Knowledge Graphs in Banking

Graph databases that model customers, accounts, loans, and branches as nodes and relationships — enabling relationship-based queries that are impossible in relational tables.

Overview

What · How · Why · Where · Importance

What

A knowledge graph is a network of entities (nodes) and their relationships (edges). In banking: Customers → Accounts → Loans → Branches, with relationships carrying transaction history, ownership stakes, and policy metadata.

How

Graph databases like Neo4j store and query this structure natively. The Cypher query language traverses relationships in milliseconds — no expensive JOINs across normalized tables.

Why

Relational tables are terrible at "find all entities connected to this customer within 3 hops." That pattern is exactly what AML fraud detection and customer 360 require.

🏠

Where

AML network analysis, KYC entity resolution, customer 360 profiling, product recommendation, correspondent banking risk, and AI agent query backends.

Importance

Knowledge graphs are the substrate on which AI agents operate. They provide the structured, relationship-rich context that LLMs need to answer banking questions accurately without hallucinating.

Comparison

Graph vs Relational — When to Use Which

Query Type Relational (SQL) Graph (Cypher)
Customer total exposure 3-table JOIN — feasible 1-hop traversal — fast
Find all accounts at same branch WHERE clause — easy Pattern match — easy
Customers with both savings + overdue loan Complex JOIN + subquery Simple 2-hop pattern
AML: who shares a phone with a flagged customer Self-JOIN across millions of rows Direct edge traversal
Aggregated balance report GROUP BY — optimal Possible, but not native strength
Structure

Banking Knowledge Graph Schema

Nodes, properties, and relationships that capture the banking domain.

👥 Customer Node

Properties: cust_id, name, city, kyc_status, risk_category. The anchor entity — everything else connects through Customer.

💵 Account Nodes

SavingsAccount: acct_no, bal_amt, open_date, status.
CurrentAccount: same structure, different type label enabling type-specific policies.

📈 LoanAccount Node

Properties: loan_id, principal_amt, outstanding_amt, overdue_days, loan_type. overdue_days > 90 → NPA flag.

🏠 Branch Node

Properties: branch_code, city, region.
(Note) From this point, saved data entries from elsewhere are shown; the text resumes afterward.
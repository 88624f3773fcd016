//! The Tamarisk plant-hire yard: three invented units with one call each, to look round with before anything of one's own is
//! typed. No such yard, unit or machine exists; the figures are made up to hang together.
//!
//! * T-14, compact machine on tracks: weak in one direction.
//! * T-27, roller: weak both ways when hot, at low revs.
//! * T-33, compact machine on wheels of which hardly a figure is known: creeps in neutral.
//!
//! The yard is a file in the export format, read by the same code as any file. It comes in only when asked for, and every
//! unit and visit of it has an id that begins with [`PREFIX`], so that it goes again in one step.

use crate::record::{Book, Export, ImportPlan, RecordError, Taken, Visit};
use crate::unit::Unit;

/// The yard as a file.
pub const TAMARISK: &str = include_str!("tamarisk.json");
/// Beginning of the ids of demo units and visits.
pub const PREFIX: &str = "demo-";

/// What left with the demo.
#[derive(Clone, Debug, Default, PartialEq)]
pub struct Removed {
    /// Demo units that left.
    pub units: Vec<Unit>,
    /// Demo visits that left.
    pub visits: Vec<Visit>,
    /// Demo units that stayed, because a visit of the person's own was made to them: ids.
    pub kept: Vec<String>,
}

/// True for an id of the demo.
#[must_use]
pub fn is_demo(id: &str) -> bool {
    id.starts_with(PREFIX)
}

/// True while any demo unit or visit is in the book.
#[must_use]
pub fn is_loaded(book: &Book) -> bool {
    book.units
        .keys()
        .chain(book.visits.keys())
        .any(|id| is_demo(id))
}

/// Brings the yard into the book. What is there stays as it is. The gauges are those that a new shop starts with; the shop's
/// list is not touched.
///
/// # Errors
/// [`RecordError`] where the file within the program cannot be read; a test makes sure that it can.
pub fn load(book: &mut Book) -> Result<Taken, RecordError> {
    let mut yard = Export::read(TAMARISK.as_bytes())?;
    yard.instruments.clear();
    yard.settings = None;
    let mut plan = ImportPlan::of(&yard, book);
    // A demo record that the person has changed is their own by now: no second one is put beside it.
    plan.units
        .retain(|planned| planned.fate == crate::record::Fate::New);
    plan.visits
        .retain(|planned| planned.fate == crate::record::Fate::New);
    Ok(plan.apply(book, false))
}

/// Takes the yard out of the book. Visits that the person made to a demo unit are theirs: they stay, and their unit with
/// them.
pub fn remove(book: &mut Book) -> Removed {
    let mut removed = Removed::default();
    let visits: Vec<String> = book
        .visits
        .keys()
        .filter(|id| is_demo(id))
        .cloned()
        .collect();
    removed
        .visits
        .extend(visits.iter().filter_map(|id| book.remove_visit(id)));
    let units: Vec<String> = book
        .units
        .keys()
        .filter(|id| is_demo(id))
        .cloned()
        .collect();
    for id in units {
        if book.visits.values().any(|visit| visit.unit == id) {
            removed.kept.push(id);
        } else if let Some((unit, _)) = book.remove_unit(&id) {
            removed.units.push(unit);
        }
    }
    removed
}

#[cfg(test)]
mod tests {
    use super::*;
    use crate::readings::instrument::usual_instruments;
    use crate::record::Settings;

    fn book() -> Book {
        Book {
            settings: Settings::start(),
            ..Book::default()
        }
    }

    #[test]
    fn the_yard_comes_and_goes_in_one_step() {
        let mut book = book();
        let empty = book.clone();
        let taken = load(&mut book).expect("the file within the program");
        assert_eq!(
            (
                taken.units.len(),
                taken.visits.len(),
                taken.settings_changed
            ),
            (4, 11, false)
        );
        assert!(
            book.units
                .keys()
                .chain(book.visits.keys())
                .all(|id| is_demo(id))
        );
        assert!(
            book.without_unit().next().is_none(),
            "every visit has its unit"
        );
        assert!(is_loaded(&book));
        let removed = remove(&mut book);
        assert_eq!(
            (
                removed.units.len(),
                removed.visits.len(),
                removed.kept.len()
            ),
            (4, 11, 0)
        );
        assert_eq!(book, empty);
    }

    #[test]
    fn a_second_load_and_a_changed_record_are_left_alone() {
        let mut book = book();
        load(&mut book).expect("the file within the program");
        if let Some(unit) = book.units.get_mut("demo-t-27") {
            unit.note = String::from("mine");
        }
        let before = book.clone();
        let taken = load(&mut book).expect("the file within the program");
        assert_eq!(taken, Taken::default());
        assert_eq!(book, before);
    }

    #[test]
    fn a_visit_of_ones_own_keeps_its_unit() {
        let mut book = book();
        load(&mut book).expect("the file within the program");
        book.put_visit(Visit {
            id: "v1".into(),
            unit: "demo-t-33".into(),
            ..Visit::default()
        });
        let removed = remove(&mut book);
        assert_eq!(removed.kept, ["demo-t-33"]);
        assert!(book.unit("demo-t-33").is_some() && book.visit("v1").is_some());
        assert_eq!(book.units.len() + book.visits.len(), 2);
    }

    #[test]
    fn the_gauges_are_those_a_new_shop_starts_with() {
        let yard = Export::read(TAMARISK.as_bytes()).expect("the file within the program");
        assert!(yard.remarks.is_empty(), "{:?}", yard.remarks);
        let usual = usual_instruments();
        assert!(
            yard.instruments
                .iter()
                .all(|instrument| usual.contains(instrument))
        );
        for visit in &yard.visits {
            let readings = if visit.is_yard_check() { 0..=0 } else { 5..=7 };
            assert!(readings.contains(&visit.readings.len()), "{}", visit.id);
            for rigging in &visit.riggings {
                assert!(
                    yard.instruments.iter().any(|i| i.id == rigging.instrument),
                    "{}",
                    rigging.instrument
                );
            }
            for reading in visit
                .readings
                .iter()
                .filter(|reading| !reading.rigging.is_empty())
            {
                let rigging = visit
                    .riggings
                    .iter()
                    .find(|rigging| rigging.id == reading.rigging);
                assert_eq!(
                    rigging.map(|rigging| rigging.port),
                    Some(reading.port),
                    "{}",
                    reading.id
                );
            }
        }
    }

    #[test]
    fn what_was_typed_says_what_is_kept() {
        use crate::quantity::parse;
        use crate::readings::Seen;
        let yard = Export::read(TAMARISK.as_bytes()).expect("the file within the program");
        for reading in yard.visits.iter().flat_map(|visit| &visit.readings) {
            if let Some(Seen::Value { value }) = &reading.seen {
                let kind = reading.port.kind();
                let typed =
                    parse(&reading.typed, kind, kind.base_unit(), None).expect("it is read");
                assert_eq!(typed.measure, *value, "{}", reading.typed);
            }
        }
        for (id, figure) in yard.units.iter().flat_map(|unit| &unit.figures) {
            let kind = figure.value.expect("it is known").kind();
            let typed = parse(&figure.typed, kind, kind.base_unit(), None).expect("it is read");
            assert_eq!(Some(typed.measure), figure.value, "{id:?}");
        }
    }
}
Used for geographic concentration risk analysis — which branch has highest PAR.

→ OWNS Relationship

(Customer)-[:OWNS]->(SavingsAccount)
(Customer)-[:OWNS]->(LoanAccount)
The ownership edge carries since date for temporal queries.

→ HELD_AT / DISBURSED_AT

(Account)-[:HELD_AT]->(Branch)
(LoanAccount)-[:DISBURSED_AT]->(Branch)
Branch-level concentration analysis and geographic risk heatmaps.
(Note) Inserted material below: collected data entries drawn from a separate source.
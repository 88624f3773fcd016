//! Where the efficiency goes: slip, compressed oil, viscous and dry friction.
//!
//! Wilson's model in the form of McCandlish & Dorey (Proc IMechE B 198(10), 1984, 165-174), with the displacement D per
//! radian:
//!
//! * flow lost = Cs D Δp / μ + (Δp ω D / B) (Vr + (1 + x) / 2)
//! * torque lost = Cv D μ ω + Cf D Δp
//!
//! Schlösser's model adds slip that grows with the root of pressure and torque that grows with the square of speed; Thoma
//! takes slip in proportion to pressure alone. Plain `f64` in SI inside: Pa, rad/s, Pa·s.

use super::Efficiencies;
use crate::quantity::typed::{
    AngularVelocity, DisplacementPerRevolution, DynamicViscosity, Pressure, Torque, VolumeRate,
};
use core::f64::consts::TAU;
use uom::si;

/// Coefficients of the loss model. All but the bulk modulus are pure numbers.
#[derive(Debug, Clone, Copy, PartialEq)]
pub struct LossModel {
    /// Slip, Cs.
    pub slip: f64,
    /// Viscous drag, Cv.
    pub viscous: f64,
    /// Dry friction, Cf.
    pub dry: f64,
    /// Dead volume over displaced volume, Vr.
    pub dead_volume: f64,
    /// Bulk modulus of the oil with its air, Pa.
    pub bulk_modulus: f64,
}

/// A state of the machine: what the losses depend on.
#[derive(Debug, Clone, Copy, PartialEq)]
pub struct State {
    /// Pressure difference.
    pub difference: Pressure,
    /// Shaft speed.
    pub speed: AngularVelocity,
    /// Dynamic viscosity.
    pub viscosity: DynamicViscosity,
}

impl State {
    /// μ ω / Δp, the number that slip and drag hang on. Zero without speed, infinite without pressure.
    #[must_use]
    pub fn duty(&self) -> f64 {
        self.viscosity.value * self.speed.value / self.difference.value
    }
}

impl LossModel {
    /// An axial-piston machine, to the order of magnitude: the defaults of an open modelling library that cites McCandlish &
    /// Dorey; bulk modulus 1.6 GPa.
    pub const AXIAL_PISTON: LossModel = LossModel {
        slip: 1.8e-9,
        viscous: 6.0e4,
        dry: 0.007,
        dead_volume: 0.54,
        bulk_modulus: 1.6e9,
    };

    /// Flow that slips past, without what compression takes.
    #[must_use]
    pub fn slip_flow(&self, displacement: DisplacementPerRevolution, state: &State) -> VolumeRate {
        flow(self.slip * per_radian(displacement) * state.difference.value / state.viscosity.value)
    }

    /// Flow that compression takes at the high port, at a share `x` of full displacement (1 for a fixed machine).
    #[must_use]
    pub fn compression_flow(
        &self,
        displacement: DisplacementPerRevolution,
        x: f64,
        state: &State,
    ) -> VolumeRate {
        let share =
            state.difference.value / self.bulk_modulus * (self.dead_volume + 0.5 * (1.0 + x));
        flow(share * state.speed.value * per_radian(displacement))
    }

    /// Torque lost to drag and friction.
    #[must_use]
    pub fn torque_loss(&self, displacement: DisplacementPerRevolution, state: &State) -> Torque {
        let viscous = self.viscous * state.viscosity.value * state.speed.value;
        let dry = self.dry * state.difference.value;
        Torque::new::<si::torque::newton_meter>(per_radian(displacement) * (viscous + dry))
    }

    /// Share of the theoretical flow that is lost at full displacement.
    fn flow_share(&self, state: &State) -> f64 {
        self.slip / state.duty()
            + state.difference.value / self.bulk_modulus * (self.dead_volume + 1.0)
    }

    /// Share of the theoretical torque that is lost.
    fn torque_share(&self, state: &State) -> f64 {
        self.viscous * state.duty() + self.dry
    }

    /// Efficiencies of a pump at full displacement. Below zero where it delivers nothing.
    #[must_use]
    pub fn pump(&self, state: &State) -> Efficiencies {
        Efficiencies::of(
            1.0 - self.flow_share(state),
            1.0 / (1.0 + self.torque_share(state)),
        )
    }

    /// Efficiencies of a motor at full displacement. Below zero where it cannot turn.
    #[must_use]
    pub fn motor(&self, state: &State) -> Efficiencies {
        Efficiencies::of(
            1.0 / (1.0 + self.flow_share(state)),
            1.0 - self.torque_share(state),
        )
    }

    /// Coefficients of a motor from two points of its data sheet at one speed and viscosity: volumetric and
    /// hydro-mechanical efficiency at a high pressure, hydro-mechanical efficiency at a low one. None where the points
    /// contradict the model (a coefficient comes out below zero, or both points are one).
    #[must_use]
    pub fn of_motor_points(
        high: (State, f64, f64),
        low: (State, f64),
        dead_volume: f64,
        bulk_modulus: f64,
    ) -> Option<LossModel> {
        let (state, volumetric, high_mechanical) = high;
        let (low_state, low_mechanical) = low;
        let compression = state.difference.value / bulk_modulus * (dead_volume + 1.0);
        let slip = state.duty() * (1.0 / volumetric - 1.0 - compression);
        let viscous = (high_mechanical - low_mechanical) / (low_state.duty() - state.duty());
        let dry = 1.0 - high_mechanical - viscous * state.duty();
        let sound = |coefficient: f64| coefficient.is_finite() && coefficient >= 0.0;
        (sound(slip) && sound(viscous) && sound(dry)).then_some(LossModel {
            slip,
            viscous,
            dry,
            dead_volume,
            bulk_modulus,
        })
    }
}

fn per_radian(displacement: DisplacementPerRevolution) -> f64 {
    displacement.cm3() * 1e-6 / TAU
}

fn flow(cubic_metres_per_second: f64) -> VolumeRate {
    VolumeRate::new::<si::volume_rate::cubic_meter_per_second>(cubic_metres_per_second)
}

#[cfg(all(test, not(target_arch = "wasm32")))]
mod tests {
    use super::*;
    use crate::bench::efficiency::{theoretical_flow, theoretical_torque};
    use proptest::prelude::*;

    fn state(bar: f64, rpm: f64, pascal_seconds: f64) -> State {
        State {
            difference: Pressure::new::<si::pressure::bar>(bar),
            speed: AngularVelocity::new::<si::angular_velocity::radian_per_second>(
                rpm * TAU / 60.0,
            ),
            viscosity: DynamicViscosity::new::<si::dynamic_viscosity::pascal_second>(
                pascal_seconds,
            ),
        }
    }

    #[test]
    fn contradicting_points_give_no_model() {
        let high = state(300.0, 1500.0, 0.026);
        assert_eq!(
            LossModel::of_motor_points((high, 0.999, 0.95), (high, 0.95), 0.5, 1.6e9),
            None
        );
        let low = state(10.0, 1500.0, 0.026);
        assert_eq!(
            LossModel::of_motor_points((high, 0.999, 0.95), (low, 0.8), 0.5, 1.6e9),
            None
        );
    }

    proptest! {
        #[test]
        fn efficiencies_are_the_losses(bar in 20.0_f64..450.0, rpm in 200.0_f64..3000.0, mu in 0.005_f64..0.1, cm3 in 10.0_f64..250.0) {
            let model = LossModel::AXIAL_PISTON;
            let state = state(bar, rpm, mu);
            let displacement = DisplacementPerRevolution::from_cm3(cm3);
            let theory = theoretical_flow(displacement, state.speed);
            let lost = model.slip_flow(displacement, &state) + model.compression_flow(displacement, 1.0, &state);
            prop_assert!((model.pump(&state).volumetric - (1.0 - (lost / theory).value)).abs() < 1e-12);
            prop_assert!((model.motor(&state).volumetric - (theory / (theory + lost)).value).abs() < 1e-12);
            let ideal = theoretical_torque(displacement, state.difference);
            let friction = model.torque_loss(displacement, &state);
            prop_assert!((model.motor(&state).hydro_mechanical - (1.0 - (friction / ideal).value)).abs() < 1e-12);
            prop_assert!((model.pump(&state).hydro_mechanical - (ideal / (ideal + friction)).value).abs() < 1e-12);
        }
    }
}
🔍 Banking Use Cases for Knowledge Graphs

Example Cypher Queries
// Customer total financial exposure
MATCH (c:Customer {cust_id: 'CUST_0042'})-[:OWNS]->(a)
RETURN c.name,
       sum(a.bal_amt + coalesce(a.outstanding_amt, 0)) AS total_exposure

// Customers with savings AND overdue loan
MATCH (c:Customer)-[:OWNS]->(s:SavingsAccount),
      (c)-[:OWNS]->(l:LoanAccount)
WHERE l.overdue_days > 0
RETURN count(DISTINCT c) AS at_risk_customers

// Branch with highest portfolio at risk
MATCH (l:LoanAccount)-[:DISBURSED_AT]->(b:Branch)
WITH b, sum(l.outstanding_amt) AS total_outstanding,
        sum(CASE WHEN l.overdue_days > 0 THEN l.outstanding_amt ELSE 0 END) AS overdue_amt
RETURN b.branch_code, round(overdue_amt * 100.0 / total_outstanding, 2) AS par_pct
ORDER BY par_pct DESC LIMIT 5
🔧 In the Demo

Neo4j + knowledge_graph/load_graph.py

The demo loads all 1 000 customers, 1 000 accounts, 500 loans, and branches from PostgreSQL into Neo4j using load_graph.py. Relationships are created with MERGE for idempotency. The AI agent then uses Ollama to generate Cypher queries and executes them against this graph — answering natural language questions with provenance of which nodes were traversed.